Let $b,c,d\in\mathbb{R}$ be constants with $b\neq d$. Let $\begin{eqnarray} a_{n} &=& ba_{n-1}+cd^{n-1} \end{eqnarray}$ be a sequence for $n \geq 1$ with $a_{0}=0$. I want to find a closed formula for this recursion. (I only know the german term geschlossene Formel and translated it that way I felt it could be right. So if I got that wrong, please correct me)
First I wrote down some of the chains and I got $\begin{eqnarray} a_{n} &=& ba_{n-1}+cd^{n-1}\\ &=& b\left(ba_{n-2}+cd^{n-2}\right)+cd^{n-1}\\ &=& b\left(b\left(ba_{n-3}+cd^{n-3}\right)+cd^{n-2}\right)+cd^{n-1}\\ &=& b\left(b\left(b\left(ba_{n-4}+cd^{n-4}\right)+cd^{n-3}\right)+cd^{n-2}\right)+cd^{n-1}\\ &=& \dots\\ &=& \sum_{k=0}^{n}b^{k}cd^{n-k-1}\\ &=& \sum_{k=0}^{n}b^{k}cd^{n-\left(k+1\right)} \end{eqnarray}$
So I catched the structure in a serie. Now I am asking myself how to proceed. I took the liberty to have a little peek at what WolframAlpha wood say to this serie. I hoped for inspiration and I got
$\sum_{k=0}^{n-1}b^{k} c d^{n-(k+1)} = (c (b^n-d^n))/(b-d)$
How did this came to be? And more important: Is my approach useful? Thank you in advance for any advice!
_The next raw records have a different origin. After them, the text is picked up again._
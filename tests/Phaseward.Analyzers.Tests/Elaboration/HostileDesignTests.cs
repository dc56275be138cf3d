using System;
using System.Linq;
using System.Threading.Tasks;
using Microsoft.CodeAnalysis;
using Microsoft.CodeAnalysis.Testing;
using Phaseward.Analyzers.Tests.Verifiers;
using Phaseward.Checking;

namespace Phaseward.Analyzers.Tests.Elaboration;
Edit: My final Solution (recalculated)
$\begin{eqnarray} a_{n} &=& ba_{n-1}+cd^{n-1}\\ &=& b\left(ba_{n-2}+cd^{n-2}\right)+cd^{n-1}\\ &=& b\left(b\left(ba_{n-3}+cd^{n-3}\right)+cd^{n-2}\right)+cd^{n-1}\\ &=& b\left(b\left(b\left(ba_{n-4}+cd^{n-4}\right)+cd^{n-3}\right)+cd^{n-2}\right)+cd^{n-1}\\ &=& b^{4}a_{n-4}+b^{3}cd^{n-4}+b^{2}cd^{n-3}+bcd^{n-2}+cd^{n-1}\\ &=& b^{5}a_{n-5}+b^{4}cd^{n-5}+b^{3}cd^{n-4}+b^{2}cd^{n-3}+bcd^{n-2}+cd^{n-1}\\ &=& b^{n}a_{0}+b^{n-1}c+\dots+b^{4}cd^{n-5}+b^{3}cd^{n-4}+b^{2}cd^{n-3}+cbd^{n-2}+cd^{n-1}\\ &=& \dots\\ &=& 0+b^{n-1}c+\dots+b^{4}cd^{n-5}+b^{3}cd^{n-4}+b^{2}cd^{n-3}+cbd^{n-2}+cd^{n-1}\\ &=& \sum_{k=0}^{n-1}b^{k}cd^{n-1-k}\\ &=& cd^{n-1}\sum_{k=0}^{n-1}b^{k}d^{-k}\\ &=& cd^{n-1}\sum_{k=0}^{n-1}\left(\frac{b}{d}\right)^{k}\\ &=& cd^{n-1}\frac{1-\left(\frac{b}{d}\right)^{n}}{1-\left(\frac{b}{d}\right)}\\ &=& cd^{n-1}\frac{1-\frac{b^{n}}{d^{n}}}{1-\frac{b}{d}}\\ &=& cd^{n-1}\frac{\frac{d^{n}-b^{n}}{d^{n}}}{\frac{d-b}{d}}\\ &=& cd^{n-1}\frac{d^{n}-b^{n}}{d^{n}}\cdot\frac{d}{d-b}\\ &=& \frac{c\left(d^{n}-b^{n}\right)}{d-b} \end{eqnarray}$